# World Record Distance for a Racer



## Jeff Ward (Dec 24, 2008)

Does anyone know what the record distance is for a racing pigeon and time it took to accomplish. I tried to find it online with Guinness World Records but didn't have any luck.


----------



## george simon (Feb 28, 2006)

Jeff Ward said:


> Does anyone know what the record distance is for a racing pigeon and time it took to accomplish. I tried to find it online with Guinness World Records but didn't have any luck.


*In the AU yearbook for 2006 the record for the longest was in 1937.A bird owned by a Mr. R.W.Taubert, a member of the Highland Park rpc, had a bird that flew 2039.065 miles took the bird 43 days 10 hours.* GEORGE


----------



## Pip Logan (Oct 6, 2009)

Wow that's awesome!a


----------



## avian (Sep 6, 2010)

It must have been a hell of a racer


----------



## pdpbison (Mar 15, 2005)

Well...he coulda walked most of it for taking that much time...might have met some cute Hen along the way too...


I remember reading of some Races which went from Korea to Belgium, but, I forget the details.

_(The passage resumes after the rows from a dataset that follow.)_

import { deflateRawSync } from 'node:zlib';
import { dicomFile, dicomPicture, dicomSamples, element, pictureDataSet, u16, u32 } from '../../test/support/dicom-files.js';
import { DicomRefusal } from './dicom-elements.js';
import { checkDicomStructure } from './dicom-structure.js';

const DEFLATED = '1.2.840.10008.1.2.1.99';
const JPEG_BASELINE = '1.2.840.10008.1.2.4.50';
const pixels = Array.from({ length: 64 * 64 }, (_, index) => index);
const picture = { rows: 64, columns: 64, pixels };

async function faultOf(file: Buffer): Promise<string> {
  try {
    await checkDicomStructure(file);
    return 'none';
  } catch (error) {
    if (!(error instanceof DicomRefusal)) throw error;
    return error.fault;
  }
}

/** The picture with some of its elements said otherwise; the pixels stay as they are. */
const lying = (tag: Buffer, value: Buffer) => {
  const file = dicomPicture(picture);
  file.set(value, file.indexOf(tag) + 8);
  return file;
};
const ROWS = Buffer.concat([u16(0x28), u16(0x10)]);

describe('the structure of a DICOM file', () => {
  it('a whole picture passes, also deflated', async () => {
    expect(await faultOf(dicomPicture(picture))).toBe('none');
    expect(await faultOf(dicomFile(deflateRawSync(pictureDataSet(picture)), DEFLATED))).toBe('none');
  });

  it('cut off anywhere before the end of its pixels it does not', async () => {
    const file = dicomPicture(picture);
    for (let length = 132; length < file.length; length += length < 700 ? 1 : 97) expect(['cut-off', 'no-picture', 'broken']).toContain(await faultOf(file.subarray(0, length)));
    const deflated = dicomFile(deflateRawSync(pictureDataSet(picture)), DEFLATED);
    for (let length = 132; length < deflated.length; length += 97) expect(await faultOf(deflated.subarray(0, length))).not.toBe('none');
  });

  // sample files of Debian's python3-pydicom, in ten transfer syntaxes
  it('no sample passes once a tenth of it or more is gone', async () => {
    const passed: string[] = [];
    let whole = 0;
    for (const [name, file] of dicomSamples()) {
      if (file.toString('latin1', 128, 132) !== 'DICM' || (await faultOf(file)) !== 'none') continue;
      whole++;
      for (const part of [0.05, 0.25, 0.5, 0.75, 0.9]) if ((await faultOf(file.subarray(0, Math.floor(file.length * part)))) === 'none') passed.push(`${name} ${part}`);
    }
    expect(passed).toEqual([]);
    expect(whole).toBeGreaterThan(30);
  });

  it.each<[string, Buffer, string]>([
    ['more rows than there are pixels', lying(ROWS, u16(65)), 'cut-off'],
    ['no rows', lying(ROWS, u16(0)), 'no-picture'],
    ['65535 rows of 65535', dicomPicture({ rows: 65535, columns: 65535, pixels: [] }), 'too-large'],
    ['a million frames', dicomPicture({ ...picture, frames: 1_000_000 }), 'frames'],
    ['a length that overruns the file', dicomFile(Buffer.concat([u16(0x10), u16(0x10), Buffer.from('UT'), u16(0), u32(0xfffffff0)])), 'cut-off'],
    ['a representation that is none', dicomFile(Buffer.concat([u16(0x10), u16(0x10), Buffer.from('??'), u16(4), u32(0)])), 'broken'],
    ['no transfer syntax', Buffer.concat([Buffer.alloc(128), Buffer.from('DICM'), element(2, 2, 'UI', '1.2'), pictureDataSet(picture)]), 'broken'],
    ['nothing after its prefix', Buffer.concat([Buffer.alloc(128), Buffer.from('DICM')]), 'cut-off'],
    ['sequences nested ten thousand deep', dicomFile(nested(10_000)), 'broken'],
    ['a million empty elements', dicomFile(Buffer.concat(Array.from({ length: 1_000_000 }, () => element(0x10, 0x10, 'PN', '')))), 'broken'],
    ['a compressed picture of another size than it says', jpegOfSize(64, 65), 'broken'],
    ['a compressed picture without its end', jpegOfSize(64, 64, false), 'cut-off'],
  ])('with %s it is refused', async (_, file, fault) => {
    expect(await faultOf(file)).toBe(fault);
  });

  it('a compressed picture of the size it says passes', async () => {
    expect(await faultOf(jpegOfSize(64, 64))).toBe('none');
  });

  it('sequences of undefined length before the picture are stepped over', async () => {
    expect(await faultOf(dicomPicture({ ...picture, before: [nested(30, true)] }))).toBe('none');
  });

  it('a deflate bomb is refused before it is unpacked whole', async () => {
    const bomb = dicomFile(deflateRawSync(Buffer.concat([pictureDataSet({ ...picture, pixels: [] }).subarray(0, -12), element(0x42, 0x11, 'OB', Buffer.alloc(400_000_000))]), { level: 1 }), DEFLATED);
    expect(bomb.length).toBeLessThan(4_000_000);
    expect(await faultOf(bomb)).toBe('too-large');
  });
});

/** Sequences of undefined length, each in an item of the one before (PS3.5 7.5). */
function nested(depth: number, isClosed = false): Buffer {
  const sequence = Buffer.concat([u16(0x08), u16(0x1140), Buffer.from('SQ'), u16(0), u32(0xffffffff), u16(0xfffe), u16(0xe000), u32(0xffffffff)]);
  const ends = Buffer.concat([u16(0xfffe), u16(0xe00d), u32(0), u16(0xfffe), u16(0xe0dd), u32(0)]);
  return Buffer.concat([...Array.from({ length: depth }, () => sequence), ...(isClosed ? Array.from({ length: depth }, () => ends) : [])]);
}

/** A data set that says 64 by 64, and a JPEG frame header (ITU-T T.81 B.2.2) that says what is given. */
function jpegOfSize(rows: number, columns: number, isEnded = true): Buffer {
  const frame = Buffer.from([0xff, 0xd8, 0xff, 0xc0, 0, 11, 8, rows >> 8, rows & 255, columns >> 8, columns & 255, 1, 1, 0x11, 0, ...(isEnded ? [0xff, 0xd9] : [0, 0]), 0]);
  const item = (bytes: Buffer) => Buffer.concat([u16(0xfffe), u16(0xe000), u32(bytes.length), bytes]);
  const head = pictureDataSet({ ...picture, pixels: [] }).subarray(0, -12);
  const fragments = Buffer.concat([item(Buffer.alloc(0)), item(frame), u16(0xfffe), u16(0xe0dd), u32(0)]);
  return dicomFile(Buffer.concat([head, u16(0x7fe0), u16(0x10), Buffer.from('OB'), u16(0), u32(0xffffffff), fragments]), JPEG_BASELINE);
}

That's a pretty good haul there I'd say.


----------



## george simon (Feb 28, 2006)

pdpbison said:


> Well...he coulda walked most of it for taking that much time...might have met some cute Hen along the way too...
> 
> 
> I remember reading of some Races which went from Korea to Belgium, but, I forget the details.
> ...


* There have been race birds that got blown out to sea.That land on a ship going to a foreign port,half way around the world.Sailors believe that birds are good luck so they will feed the bird in the hope that will stay until the makes port.Many a race birds were smart enough to stay with the ship, until it reached port.* .GEORGE


----------



## sreeshs (Aug 16, 2009)

Home from 2040 miles, thats whats "HOMING"


----------



## Jeff Ward (Dec 24, 2008)

Thanks for the reply George. I thought it was something like that. Back in the mid 80's when I had racers as a child, my friends Grand Father gave them to me. We live in Nova Scotia Canada, and he was from Florida. He had moved his birds here and one of his old birds flew back to Florida. I'm not sure what the distance was or how long but that would be a pretty good distance as well. 

Cheers,

Jeff


----------



## pattersonk2002 (Jun 1, 2008)

*Highland park*



george simon said:


> *In the AU yearbook for 2006 the record for the longest was in 1937.A bird owned by a Mr. R.W.Taubert, a member of the Highland Park rpc, had a bird that flew 2039.065 miles took the bird 43 days 10 hours.* GEORGE


 George, what state was that highland park In?


----------



## sky tx (Mar 1, 2005)

Houston or Dallas Texas area


----------



## FriendoCritters (Aug 5, 2010)

"he couldda walked it in that time"

ha-ha

He had to hunt down food too, in a lot of new and different places, because a bird gets hungry flying over 2000 miles. 

Might they choose to only fly at certain times of day through certain environments to avoid predators?


----------



## conditionfreak (Jan 11, 2008)

Flapdoodle in California, had some come to him from Ohio. Don't know the mileage but that has to be a long way.




They were from me. via the USPS.


----------



## pattersonk2002 (Jun 1, 2008)

*Highland Park*



sky tx said:


> Houston or Dallas Texas area


 I was aksing because, There is a Highland Park Michigan that borders Detroit and I know in the thirty's Pigeon racing was very huge in the area. I thought it could be a possibility, guess not. T/Y Sky TX


----------



## Matt Bell (May 5, 2010)

I wouldn't doubt Sky if he was correct, but there are a lot of Highland Park areas. For some reason I was thinking Kansas City, lol.


----------



## velo99 (Apr 8, 2007)

pattersonk2002 said:


> I was aksing because, There is a Highland Park Michigan that borders Detroit and I know in the thirty's Pigeon racing was very huge in the area. I thought it could be a possibility, guess not. T/Y Sky TX


We have a Highland Park here in the TX panhandle too.


----------



## sky tx (Mar 1, 2005)

Maybe someone can come up with the correct answer
Which "HIGHLAND PARK"


----------



## Matt Bell (May 5, 2010)

Well, I'm not sure its the correct answer, but there is still a Highland Park Racing Pigeon Club listed on the AU webpage in Lavernia, TX. Could be the same one.


----------